Research Jam is a collegial and developmental forum — grown, over five years, from an informal conversation among a small group of researchers into a regular gathering of like-minded scholars who share their work through candid and constructive discussion.
This year's edition, hosted by KIN Center for Digital Innovation, brought together 35 participants from research institutions across the world, including the Netherlands, Australia, the United Kingdom, Canada, Austria, Italy, France, and Argentina.
Two days of scholarly exchange
The fifth edition also marked the second year of the PhD Track, featuring three parallel sessions covering the organizing, safety, and implementation of healthcare technologies (chaired by Giulia Cappellaro); relational expertise and the reconfiguration of professional boundaries (chaired by Sylvaine Tuncer); and AI in practice as emerging technologies changing knowledge work (chaired by Mohammad Hosein Rezazade Mehrizi).

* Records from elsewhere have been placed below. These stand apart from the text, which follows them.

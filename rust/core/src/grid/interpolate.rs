//! The value of a nodal function at any x, and its integrals.

use super::Grid;
use crate::error::{Error, Result};
use crate::numerics::gauss_legendre::gauss_legendre;

/// How far below `x_min` an argument may lie, relatively, and still count as `x_min`: the rounding of `exp` and `ln`.
const ROUNDING: f64 = 1e-13;

impl Grid {
    /// Values of all cardinal functions at `x`, one entry a node: `F(x) = sum_j row_j F_j`.
    ///
    /// # Errors
    /// [`Error::OutOfRange`] where x is not in `[x_min, 1]`.
    pub fn cardinals(&self, x: f64, row: &mut [f64]) -> Result<()> {
        let u = -x.ln();
        if !(x <= 1.0 && x >= self.x_min() * (1.0 - ROUNDING)) {
            return Err(Error::OutOfRange {
                name: "x",
                value: format!("{x:?}"),
                allowed: format!("x must lie in [{:?}, 1]", self.x_min()),
            });
        }
        let u = u.min(self.u_max());
        let panel = self.edges()[1..].partition_point(|&edge| edge < u).min(self.panels() - 1);
        let mut local = vec![0.0; self.degrees()[panel] + 1];
        self.panel(panel).cardinals(u, &mut local);
        row.fill(0.0);
        self.scatter(panel, &local, |j, value| row[j] += value);
        Ok(())
    }

    /// Gives the values of a panel's cardinal functions to `take(node, value)`; the dropped node x = 1 is left out.
    pub fn scatter(&self, panel: usize, local: &[f64], mut take: impl FnMut(usize, f64)) {
        let start = self.owned(panel).start;
        for (j, &value) in local.iter().enumerate() {
            if start + j > 0 {
                take(start + j - 1, value);
            }
        }
    }

    /// Weights with `sum_j w_j F_j = int_(x_min)^1 x^power F(x) dx/x`.
    ///
    /// By Gauss-Legendre quadrature on pieces of each panel short enough for `e^(-power u)`.
    pub fn moment_weights(&self, power: f64) -> Vec<f64> {
        let rule = gauss_legendre(40);
        let mut weights = vec![0.0; self.nodes()];
        for panel in 0..self.panels() {
            let (from, to) = (self.edges()[panel], self.edges()[panel + 1]);
            let pieces = ((to - from) * power.abs() / 8.0).ceil().max(1.0);
            let mut local = vec![0.0; self.degrees()[panel] + 1];
            for piece in 0..pieces as usize {
                let half = 0.5 * (to - from) / pieces;
                let middle = from + half * (2 * piece + 1) as f64;
                for (node, weight) in rule.nodes.iter().zip(&rule.weights) {
                    let u = middle + half * node;
                    self.panel(panel).cardinals(u, &mut local);
                    let factor = half * weight * (-power * u).exp();
                    self.scatter(panel, &local, |j, value| weights[j] += factor * value);
                }
            }
        }
        weights
    }
}
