//! Panels, nodes and presets of a grid.

use crate::error::{Error, Result};
use crate::numerics::chebyshev::Nodes;

/// A grid: panels in `u = ln(1/x)` from `u = 0`, Chebyshev nodes in each, neighbours sharing a node.
///
/// The node at `x = 1` is not held, since every density vanishes there. Nodes are ordered by growing `u`, so that
/// a convolution (which needs only larger x) is block lower triangular: panel `p` owns the nodes
/// `self.owned(p)`, its left boundary belongs to the panel before.
#[derive(Debug, Clone, PartialEq)]
pub struct Grid {
    edges: Vec<f64>,
    degrees: Vec<usize>,
    panels: Vec<Nodes>,
    offsets: Vec<usize>,
    u: Vec<f64>,
}

/// Named resolutions of a preset grid.
#[derive(Debug, Clone, Copy, PartialEq, Eq)]
pub enum Resolution {
    /// At most 72 nodes at `x_min = 1e-7`.
    Standard,
    /// At most 110 nodes at `x_min = 1e-7`.
    Fine,
}

impl Resolution {
    /// Degrees of the panels near x = 1, of the middle panel, and of the last panel at `x_min = 1e-7`.
    ///
    /// Found by trial on the published benchmark input; `benches/accuracy.py` shows how sharp they are.
    fn degrees(self) -> [usize; 4] {
        match self {
            Self::Standard => [14, 19, 22, 16],
            Self::Fine => [22, 30, 32, 24],
        }
    }
}

/// Edges in u shared by all presets, before the last one at `ln(1/x_min)`. Found by trial: short near x = 1, where
/// a density falls over many decades.
const EDGES: [f64; 4] = [0.0, 0.107, 0.90, 6.47];
/// Length of the last panel for which [`Resolution::degrees`] holds.
const LAST_PANEL: f64 = 9.63;
/// Below this length the last panel is merged into the one before.
const SHORTEST_LAST_PANEL: f64 = 1.5;
/// Largest number of nodes of a free grid: a build needs memory that grows with its square.
const MOST_NODES: usize = 400;
/// Largest degree of a panel: beyond it the barycentric weights lose digits.
const LARGEST_DEGREE: usize = 64;

impl Grid {
    /// A grid with free panels: `edges` in u from 0, growing; one polynomial degree for each panel.
    ///
    /// # Errors
    /// [`Error::Argument`] where the edges do not start at 0 or do not grow, a degree is not in 2..=64, the
    /// numbers do not fit together, or there are more than 400 nodes.
    pub fn new(edges: &[f64], degrees: &[usize]) -> Result<Self> {
        check(edges, degrees)?;
        let panels: Vec<Nodes> =
            edges.windows(2).zip(degrees).map(|(edge, &degree)| Nodes::new(edge[0], edge[1], degree)).collect();
        let mut offsets = vec![0];
        let mut u = Vec::new();
        for panel in &panels {
            u.extend_from_slice(&panel.points()[1..]);
            offsets.push(u.len());
        }
        Ok(Self { edges: edges.to_vec(), degrees: degrees.to_vec(), panels, offsets, u })
    }

    /// The preset grid down to `x_min`, from 1e-9 to 1e-2.
    ///
    /// # Errors
    /// [`Error::Argument`] for another `x_min`.
    pub fn preset(x_min: f64, resolution: Resolution) -> Result<Self> {
        if !(1e-9..=1e-2).contains(&x_min) {
            return Err(Error::Argument {
                name: "x_min",
                value: format!("{x_min:?}"),
                allowed: "must lie in [1e-09, 0.01]; use free panels for another".into(),
            });
        }
        let u_max = -x_min.ln();
        let mut edges = EDGES.to_vec();
        let mut degrees = resolution.degrees().to_vec();
        let length = u_max - EDGES[3];
        if length < SHORTEST_LAST_PANEL {
            edges.pop();
            degrees.pop();
        } else {
            let scaled = degrees[3] as f64 * (length / LAST_PANEL).powf(0.7);
            degrees[3] = (scaled.round() as usize).max(degrees[3] / 2);
        }
        edges.push(u_max);
        Self::new(&edges, &degrees)
    }

    /// Edges of the panels in u.
    pub fn edges(&self) -> &[f64] {
        &self.edges
    }

    /// Polynomial degree of each panel.
    pub fn degrees(&self) -> &[usize] {
        &self.degrees
    }

    /// `u = ln(1/x)` of the nodes, growing.
    pub fn u(&self) -> &[f64] {
        &self.u
    }

    /// Number of nodes.
    pub fn nodes(&self) -> usize {
        self.u.len()
    }

    /// Smallest x.
    pub fn x_min(&self) -> f64 {
        (-self.u_max()).exp()
    }

    /// Largest u.
    pub fn u_max(&self) -> f64 {
        self.edges[self.edges.len() - 1]
    }

    /// Number of panels.
    pub fn panels(&self) -> usize {
        self.panels.len()
    }

    /// The Chebyshev nodes of a panel, both ends included.
    pub fn panel(&self, panel: usize) -> &Nodes {
        &self.panels[panel]
    }

    /// Nodes that a panel owns: all of its own but the one at its left edge.
    pub fn owned(&self, panel: usize) -> std::ops::Range<usize> {
        self.offsets[panel]..self.offsets[panel + 1]
    }

    /// The panel that owns node `i`.
    pub fn panel_of(&self, i: usize) -> usize {
        self.offsets.partition_point(|&offset| offset <= i) - 1
    }

    /// Where the panels begin in the list of nodes, and the number of nodes at the end.
    pub fn offsets(&self) -> &[usize] {
        &self.offsets
    }
}

fn check(edges: &[f64], degrees: &[usize]) -> Result<()> {
    let argument = |name, value, allowed: &str| Error::Argument { name, value, allowed: allowed.into() };
    if edges.len() < 2 || edges.len() != degrees.len() + 1 {
        return Err(argument(
            "edges",
            format!("{} edges for {} degrees", edges.len(), degrees.len()),
            "there must be one more edge than degrees, and one panel at least",
        ));
    }
    if edges[0] != 0.0 || edges.windows(2).any(|edge| edge[0] >= edge[1]) || edges.iter().any(|e| !e.is_finite()) {
        return Err(argument("edges", format!("{edges:?}"), "must grow from 0 (u = ln(1/x))"));
    }
    if degrees.iter().any(|degree| !(2..=LARGEST_DEGREE).contains(degree)) {
        return Err(argument("degrees", format!("{degrees:?}"), "each must lie in 2..=64"));
    }
    let nodes: usize = degrees.iter().sum();
    if nodes > MOST_NODES {
        return Err(argument("degrees", format!("{nodes} nodes"), "at most 400 nodes in all"));
    }
    Ok(())
}
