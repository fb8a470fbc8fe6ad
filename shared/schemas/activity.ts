import { z } from 'zod'
import { id } from './common'

/** Who did what, when; items of GET /api/studies/{id}/activity, the latest first. */
export const activityEntry = z.object({
  id,
  /** name as it was then */
  userName: z.string(),
  action: z.string(),
  subject: z.string(),
  from: z.unknown().optional(),
  to: z.unknown().optional(),
  at: z.string(),
})
export type ActivityEntry = z.infer<typeof activityEntry>
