import { candidateSelection } from '#shared/schemas/candidates'
import { duplicateCandidates } from '../../../../services/candidate-selection'
import { callerOf, studyOf } from '../../../../utils/caller'
import { validBody } from '../../../../utils/validate'

/** POST /api/studies/:id/candidates/duplicate: copies rows behind the last of them. */
export default defineEventHandler(async (event) => {
  const { ids } = await validBody(event, candidateSelection)
  const items = await duplicateCandidates(studyOf(event).id, ids, callerOf(event).account)
  setResponseStatus(event, 201)
  return { items, next: null }
})
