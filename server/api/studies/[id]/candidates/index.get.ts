import { pageQuery } from '#shared/schemas/common'
import { listCandidates } from '../../../../services/candidates'
import { studyOf } from '../../../../utils/caller'
import { validQuery } from '../../../../utils/validate'

/** GET /api/studies/:id/candidates: a page of the study's rows in the order of the grid. */
export default defineEventHandler(async (event) => {
  return listCandidates(studyOf(event).id, await validQuery(event, pageQuery))
})
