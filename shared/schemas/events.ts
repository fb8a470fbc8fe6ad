import { z } from 'zod'
import { candidate } from './candidates'
import { id } from './common'
import { search } from './searches'
import { sweep } from './sweeps'

/** What GET /api/studies/{id}/events pushes; the stream's id is the event's number in the study. */
export const studyEvent = z.object({
  /** rows as they are now */
  rows: z.array(candidate).optional(),
  /** rows that are gone */
  removed: z.array(id).optional(),
  /** name, requirements, members or state changed: fetch the study again */
  study: z.literal(true).optional(),
  sweep: sweep.optional(),
  /** a search that began, went on or ended */
  job: search.optional(),
  /** more changed than is kept or than is worth sending: load all rows and sweeps again */
  reload: z.literal(true).optional(),
})
export type StudyEvent = z.infer<typeof studyEvent>

/** GET /api/studies/{id}/events: number of the last event that a page has which takes the stream over from another one. */
export const eventsQuery = z.object({
  after: z.string().regex(/^\d{1,15}$/, 'Send the number of the last event that you have.').optional(),
})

Across four plenary sessions, the programme ranged widely: from how digital self-tracking technologies assemble user agency and contested health discourses, to interprofessional coordination and EMR workarounds; from AI drift and governance challenges, to expertise development in gastroenterology, temporal work in quality improvement, and the role of patient online communities in reshaping professional jurisdiction. Every study was met with rich discussion and a wave of questions — exactly the spirit the Jam was built for.
Organizers and sponsors
The fifth edition was organized by Sylvaine Tuncer (King's Business School), Giulia Cappellaro (Bocconi University), and Mohammad Hosein Rezazade Mehrizi (KIN Center for Digital Innovation, VU Amsterdam) with the support of local organizers, Katja Teniaeva and Florence Goes.
The event was sponsored by SHOC — the Society for Studies in Organizational Healthcare — and the LIAISON project. LIAISON is a collaboration of organizations working toward the effective deployment of novel algorithmic technologies in healthcare, bringing together communities of medical practitioners, technology developers, governance and policy actors, and patients to shift the state of medical AI from a technology problem into a learning challenge.